Every entry below is to be copied exactly, with nothing left out.

• **Data records**
□ □ □ □ □ □ □
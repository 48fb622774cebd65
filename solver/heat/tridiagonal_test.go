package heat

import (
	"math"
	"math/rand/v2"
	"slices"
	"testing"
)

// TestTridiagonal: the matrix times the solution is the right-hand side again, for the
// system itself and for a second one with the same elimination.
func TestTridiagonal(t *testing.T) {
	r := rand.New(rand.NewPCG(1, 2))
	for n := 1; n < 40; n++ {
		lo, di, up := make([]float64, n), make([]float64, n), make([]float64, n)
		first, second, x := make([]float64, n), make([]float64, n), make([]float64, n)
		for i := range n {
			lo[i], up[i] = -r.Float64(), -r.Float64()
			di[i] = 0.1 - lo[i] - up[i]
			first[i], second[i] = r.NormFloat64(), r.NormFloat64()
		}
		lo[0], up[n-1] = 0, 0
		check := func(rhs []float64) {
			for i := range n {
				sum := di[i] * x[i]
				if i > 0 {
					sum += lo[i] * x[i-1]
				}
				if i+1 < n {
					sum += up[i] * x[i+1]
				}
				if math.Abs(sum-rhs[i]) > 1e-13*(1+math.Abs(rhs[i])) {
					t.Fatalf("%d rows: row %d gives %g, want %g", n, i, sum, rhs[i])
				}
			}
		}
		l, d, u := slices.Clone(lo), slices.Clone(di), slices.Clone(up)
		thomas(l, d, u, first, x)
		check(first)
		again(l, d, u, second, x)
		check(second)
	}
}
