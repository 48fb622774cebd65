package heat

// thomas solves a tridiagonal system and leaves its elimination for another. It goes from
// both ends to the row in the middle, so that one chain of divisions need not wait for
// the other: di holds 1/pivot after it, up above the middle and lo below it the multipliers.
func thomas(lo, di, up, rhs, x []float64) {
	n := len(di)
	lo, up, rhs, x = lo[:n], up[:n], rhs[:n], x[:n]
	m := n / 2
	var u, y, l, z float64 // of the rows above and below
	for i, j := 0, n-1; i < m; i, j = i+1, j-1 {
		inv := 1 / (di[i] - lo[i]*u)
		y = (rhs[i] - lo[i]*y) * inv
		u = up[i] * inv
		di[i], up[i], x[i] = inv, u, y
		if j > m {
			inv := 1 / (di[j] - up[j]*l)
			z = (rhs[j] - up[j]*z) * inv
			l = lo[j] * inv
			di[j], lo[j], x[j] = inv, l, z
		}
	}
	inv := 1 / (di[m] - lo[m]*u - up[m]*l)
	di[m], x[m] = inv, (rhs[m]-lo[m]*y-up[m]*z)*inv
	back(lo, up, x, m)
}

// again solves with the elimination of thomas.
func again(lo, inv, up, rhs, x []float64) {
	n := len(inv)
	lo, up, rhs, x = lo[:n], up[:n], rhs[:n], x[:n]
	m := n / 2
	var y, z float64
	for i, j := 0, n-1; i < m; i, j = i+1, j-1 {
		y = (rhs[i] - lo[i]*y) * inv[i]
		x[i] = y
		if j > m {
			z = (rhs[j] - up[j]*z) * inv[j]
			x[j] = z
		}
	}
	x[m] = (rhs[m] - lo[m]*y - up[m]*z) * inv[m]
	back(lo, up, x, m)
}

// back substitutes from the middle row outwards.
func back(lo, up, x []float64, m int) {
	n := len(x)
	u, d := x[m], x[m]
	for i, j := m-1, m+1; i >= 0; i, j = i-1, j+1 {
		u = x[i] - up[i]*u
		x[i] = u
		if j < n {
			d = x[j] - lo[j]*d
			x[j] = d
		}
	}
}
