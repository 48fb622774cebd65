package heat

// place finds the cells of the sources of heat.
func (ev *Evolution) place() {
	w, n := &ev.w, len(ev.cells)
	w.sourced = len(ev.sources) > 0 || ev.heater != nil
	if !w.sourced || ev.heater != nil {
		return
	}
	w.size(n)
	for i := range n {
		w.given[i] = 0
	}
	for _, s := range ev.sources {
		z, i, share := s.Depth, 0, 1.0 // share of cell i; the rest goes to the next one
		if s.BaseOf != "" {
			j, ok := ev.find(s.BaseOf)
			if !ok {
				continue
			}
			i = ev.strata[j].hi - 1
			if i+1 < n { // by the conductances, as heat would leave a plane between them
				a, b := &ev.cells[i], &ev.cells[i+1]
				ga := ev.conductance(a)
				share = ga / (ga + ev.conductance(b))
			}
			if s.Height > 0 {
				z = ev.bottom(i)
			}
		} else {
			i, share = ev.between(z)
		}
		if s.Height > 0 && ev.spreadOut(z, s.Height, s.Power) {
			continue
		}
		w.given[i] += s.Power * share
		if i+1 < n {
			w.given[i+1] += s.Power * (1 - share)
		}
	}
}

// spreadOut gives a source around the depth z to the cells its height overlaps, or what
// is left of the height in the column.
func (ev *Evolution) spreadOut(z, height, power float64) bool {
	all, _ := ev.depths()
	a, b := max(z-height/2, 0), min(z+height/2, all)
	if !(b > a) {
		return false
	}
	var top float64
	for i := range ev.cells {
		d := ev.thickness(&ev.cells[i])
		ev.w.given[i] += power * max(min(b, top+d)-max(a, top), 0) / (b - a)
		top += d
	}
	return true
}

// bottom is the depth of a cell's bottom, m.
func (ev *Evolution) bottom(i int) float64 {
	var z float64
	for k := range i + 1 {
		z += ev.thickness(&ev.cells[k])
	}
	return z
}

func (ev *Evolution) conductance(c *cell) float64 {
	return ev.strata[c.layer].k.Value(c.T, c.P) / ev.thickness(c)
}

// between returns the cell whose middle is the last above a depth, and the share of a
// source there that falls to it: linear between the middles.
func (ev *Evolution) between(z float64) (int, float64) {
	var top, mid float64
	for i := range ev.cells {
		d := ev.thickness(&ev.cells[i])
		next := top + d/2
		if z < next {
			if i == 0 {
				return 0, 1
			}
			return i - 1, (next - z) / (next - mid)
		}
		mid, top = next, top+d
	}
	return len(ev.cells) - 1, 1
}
□ □ □ □ □ □ □
• **Finished exercise**
repository 48fb622774cebd65
filename solver/heat/tridiagonal_test.go
package heat

import (
	"math"
	"math/rand/v2"
	"slices"
	"testing"
)

// TestTridiagonal: the matrix times the solution is the right-hand side again, for the
// system itself and for a second one with the same elimination.
func TestTridiagonal(t *testing.T) {
	r := rand.New(rand.NewPCG(1, 2))
	for n := 1; n < 40; n++ {
		lo, di, up := make([]float64, n), make([]float64, n), make([]float64, n)
		first, second, x := make([]float64, n), make([]float64, n), make([]float64, n)
		for i := range n {
			lo[i], up[i] = -r.Float64(), -r.Float64()
			di[i] = 0.1 - lo[i] - up[i]
			first[i], second[i] = r.NormFloat64(), r.NormFloat64()
		}
		lo[0], up[n-1] = 0, 0
		check := func(rhs []float64) {
			for i := range n {
				sum := di[i] * x[i]
				if i > 0 {
					sum += lo[i] * x[i-1]
				}
				if i+1 < n {
					sum += up[i] * x[i+1]
				}
				if math.Abs(sum-rhs[i]) > 1e-13*(1+math.Abs(rhs[i])) {
					t.Fatalf("%d rows: row %d gives %g, want %g", n, i, sum, rhs[i])
				}
			}
		}
		l, d, u := slices.Clone(lo), slices.Clone(di), slices.Clone(up)
		thomas(l, d, u, first, x)
		check(first)
		again(l, d, u, second, x)
		check(second)
	}
}
repository 48fb622774cebd65
package heat

// thomas solves a tridiagonal system and leaves its elimination for another. It goes from
// both ends to the row in the middle, so that one chain of divisions need not wait for
// the other: di holds 1/pivot after it, up above the middle and lo below it the multipliers.
func thomas(lo, di, up, rhs, x []float64) {
	n := len(di)
	lo, up, rhs, x = lo[:n], up[:n], rhs[:n], x[:n]
	m := n / 2
	var u, y, l, z float64 // of the rows above and below
	for i, j := 0, n-1; i < m; i, j = i+1, j-1 {
		inv := 1 / (di[i] - lo[i]*u)
		y = (rhs[i] - lo[i]*y) * inv
		u = up[i] * inv
		di[i], up[i], x[i] = inv, u, y
		if j > m {
			inv := 1 / (di[j] - up[j]*l)
			z = (rhs[j] - up[j]*z) * inv
			l = lo[j] * inv
			di[j], lo[j], x[j] = inv, l, z
		}
	}
	inv := 1 / (di[m] - lo[m]*u - up[m]*l)
	di[m], x[m] = inv, (rhs[m]-lo[m]*y-up[m]*z)*inv
	back(lo, up, x, m)
}

// again solves with the elimination of thomas.
func again(lo, inv, up, rhs, x []float64) {
	n := len(inv)
	lo, up, rhs, x = lo[:n], up[:n], rhs[:n], x[:n]
	m := n / 2
	var y, z float64
	for i, j := 0, n-1; i < m; i, j = i+1, j-1 {
		y = (rhs[i] - lo[i]*y) * inv[i]
		x[i] = y
		if j > m {
			z = (rhs[j] - up[j]*z) * inv[j]
			x[j] = z
		}
	}
	x[m] = (rhs[m] - lo[m]*y - up[m]*z) * inv[m]
	back(lo, up, x, m)
}

// back substitutes from the middle row outwards.
func back(lo, up, x []float64, m int) {
	n := len(x)
	u, d := x[m], x[m]
	for i, j := m-1, m+1; i >= 0; i, j = i-1, j+1 {
		u = x[i] - up[i]*u
		x[i] = u
		if j < n {
			d = x[j] - lo[j]*d
			x[j] = d
		}
	}
}
repository 48fb622774cebd65
package heat

// place finds the cells of the sources of heat.
func (ev *Evolution) place() {
	w, n := &ev.w, len(ev.cells)
	w.sourced = len(ev.sources) > 0 || ev.heater != nil
	if !w.sourced || ev.heater != nil {
		return
	}
	w.size(n)
	for i := range n {
		w.given[i] = 0
	}
	for _, s := range ev.sources {
		z, i, share := s.Depth, 0, 1.0 // share of cell i; the rest goes to the next one
		if s.BaseOf != "" {
			j, ok := ev.find(s.BaseOf)
			if !ok {
				continue
			}
			i = ev.strata[j].hi - 1
			if i+1 < n { // by the conductances, as heat would leave a plane between them
				a, b := &ev.cells[i], &ev.cells[i+1]
				ga := ev.conductance(a)
				share = ga / (ga + ev.conductance(b))
			}
			if s.Height > 0 {
				z = ev.bottom(i)
			}
		} else {
			i, share = ev.between(z)
		}
		if s.Height > 0 && ev.spreadOut(z, s.Height, s.Power) {
			continue
		}
		w.given[i] += s.Power * share
		if i+1 < n {
			w.given[i+1] += s.Power * (1 - share)
		}
	}
}

// spreadOut gives a source around the depth z to the cells its height overlaps, or what
// is left of the height in the column.
func (ev *Evolution) spreadOut(z, height, power float64) bool {
	all, _ := ev.depths()
	a, b := max(z-height/2, 0), min(z+height/2, all)
	if !(b > a) {
		return false
	}
	var top float64
	for i := range ev.cells {
		d := ev.thickness(&ev.cells[i])
		ev.w.given[i] += power * max(min(b, top+d)-max(a, top), 0) / (b - a)
		top += d
	}
	return true
}

// bottom is the depth of a cell's bottom, m.
func (ev *Evolution) bottom(i int) float64 {
	var z float64
	for k := range i + 1 {
		z += ev.thickness(&ev.cells[k])
	}
	return z
}

func (ev *Evolution) conductance(c *cell) float64 {
	return ev.strata[c.layer].k.Value(c.T, c.P) / ev.thickness(c)
}

// between returns the cell whose middle is the last above a depth, and the share of a
// source there that falls to it: linear between the middles.
func (ev *Evolution) between(z float64) (int, float64) {
	var top, mid float64
	for i := range ev.cells {
		d := ev.thickness(&ev.cells[i])
		next := top + d/2
		if z < next {
			if i == 0 {
				return 0, 1
			}
			return i - 1, (next - z) / (next - mid)
		}
		mid, top = next, top+d
	}
	return len(ev.cells) - 1, 1
}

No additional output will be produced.